[What is required]
From the entries below, gather each line containing the word "ReportMetric".

Saved data entries
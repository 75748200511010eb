package build_test

import (
	"testing"
	"time"

	"batchwright/tolerance/stage"
	"batchwright/tolerance/tape"
)

// BenchmarkKinds measures, for a block of 256 units, the outputs of each kind's
// fragment as a build computes them: parts that scatter, settings that do not.
// What feeds the stage counts too, so a kind's share is smaller than it says.
// The metric x-tank is the ratio to a plain tuned tank measured in the same run.
func BenchmarkKinds(b *testing.B) {
	tank := cost(b, "tuned-tank")
	for _, name := range stage.Names() {
		b.Run(name, func(b *testing.B) {
			run := runner(b, name)
			for b.Loop() {
				run()
			}
			own := float64(b.Elapsed().Nanoseconds()) / float64(b.N)
			b.ReportMetric(own/units, "ns/unit")
			b.ReportMetric(own/tank, "x-tank")
		})
	}
}

const units = 256

// cost is what a block of a kind takes, ns: the least of some runs.
func cost(b *testing.B, kind string) float64 {
	run := runner(b, kind)
	least := time.Duration(1 << 62)
	for range 200 {
		start := time.Now()
		run()
		least = min(least, time.Since(start))
	}
	return float64(least.Nanoseconds())
}

// runner evaluates a block of a kind's outputs.
func runner(b *testing.B, kind string) func() {
	k, _ := stage.Find(kind)
	built, err := read(around(b, k))
	if err != nil {
		b.Fatal(err)
	}
	m, err := built.Compile()
	if err != nil {
		b.Fatal(err)
	}
	last := built.Stages[len(built.Stages)-1].Name
	var refs []tape.Ref
	for _, o := range m.Outputs {
		if o.Name.Stage == last {
			refs = append(refs, o.Node)
		}
	}
	p := m.Graph.Program(refs...)
	in, out := make([][]float64, len(m.Inputs)), make([][]float64, len(refs))
	for i, x := range m.Inputs {
		in[i] = make([]float64, units)
		for lane := range in[i] {
			in[i][lane] = x.Centre + x.HalfWidth*(float64(lane%17)-8)/8
		}
	}
	for i := range out {
		out[i] = make([]float64, units)
	}
	f := p.NewFrame(units)
	return func() { p.Values(out, in, f) }
}
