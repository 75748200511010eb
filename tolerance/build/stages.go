package build

import (
	"batchwright/bom/document"
	"batchwright/tolerance/stage"
)

// stageNode is a stage and the text it is read from.
type stageNode struct {
	*Stage
	node *document.Node
}

// readStages reads every stage: names and kinds first, so that any stage may
// be referred to, then what is in them.
func (r *reader) readStages(n *document.Node) {
	if n == nil {
		return
	}
	if n.Kind != document.Mapping || len(n.Pairs) == 0 {
		r.Add(n, "stages", "a mapping of names to stages, in signal order")
		return
	}
	for _, p := range n.Pairs {
		r.readKind(p)
	}
	for _, s := range r.stages {
		if s.Kind.Free {
			r.readFormulaStage(s)
		} else {
			r.readStage(s)
		}
	}
	r.resolveShared()
	r.settleUnits()
	r.checkReferences()
	r.checkAcross()
	r.checkFittings()
	r.checkGeometries()
	r.checkFormulas()
	r.checkCycles()
}

// readKind reads a stage's name and kind.
func (r *reader) readKind(p document.Pair) {
	name := p.Key.Value
	if !identifier.MatchString(name) {
		r.Add(p.Key, "stage's name", "a letter, then letters, digits and _, so that equations can name it")
	}
	if r.build.variable(name) >= 0 {
		r.Add(p.Key, "stage's name", "a name that no condition's variable has")
	}
	if p.Value.Kind != document.Mapping {
		r.Add(p.Value, "stage", "a mapping with a kind")
		r.broken[name] = true
		return
	}
	n := p.Value.Get("kind")
	if n == nil {
		r.Add(p.Key, "stage without a kind", "kind: and one of the kinds")
		r.broken[name] = true
		return
	}
	word, ok := r.Word(n, "a kind", stage.Names()...)
	if !ok {
		r.broken[name] = true
		return
	}
	kind, _ := stage.Find(word)
	s := &Stage{Name: name, Kind: kind, Outputs: kind.Outputs}
	r.stages = append(r.stages, stageNode{s, p.Value})
	r.build.Stages = append(r.build.Stages, s)
}

// readStage reads a stage of a built-in kind.
func (r *reader) readStage(s stageNode) {
	r.Keys(s.node, "kind", "in", "settings", "parts")
	r.readWires(s)
	r.readSettings(s)
	r.readPlaces(s)
}

// readWires reads where a stage's inputs come from: `in: STAGE` where the kind
// has one input, `in: {input: STAGE}` where it has more.
func (r *reader) readWires(s stageNode) {
	n := s.node.Get("in")
	switch {
	case len(s.Kind.Inputs) == 0:
		if n != nil {
			r.Add(n, "input", "none: "+s.Kind.Name+" takes no signal")
		}
	case n == nil:
		for _, i := range s.Kind.Inputs {
			if !i.Optional {
				r.Add(s.node, "missing key in", "the stage that feeds "+s.Name)
				return
			}
		}
	case n.Kind == document.Scalar && len(s.Kind.Inputs) == 1:
		r.readWire(s, s.Kind.Inputs[0].Name, n)
	default:
		r.readWireTable(s, n)
	}
}

func (r *reader) readWireTable(s stageNode, n *document.Node) {
	var names []string
	for _, i := range s.Kind.Inputs {
		names = append(names, i.Name)
	}
	if !r.Keys(n, names...) && n.Kind != document.Mapping {
		return
	}
	for _, i := range s.Kind.Inputs {
		if v := n.Get(i.Name); v != nil {
			r.readWire(s, i.Name, v)
		} else if !i.Optional {
			r.Add(n, "missing input "+i.Name, "the stage that feeds it")
		}
	}
}

func (r *reader) readWire(s stageNode, input string, n *document.Node) {
	if from, ok := r.Word(n, "a stage", r.stageNames()...); ok && !r.broken[from] {
		s.Wires = append(s.Wires, Wire{input, from})
	}
}

func (r *reader) stageNames() []string {
	var names []string
	for _, p := range r.root.Get("stages").Pairs {
		names = append(names, p.Key.Value)
	}
	return names
}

[Solution for this exercise]
			b.ReportMetric(own/units, "ns/unit")
			b.ReportMetric(own/tank, "x-tank")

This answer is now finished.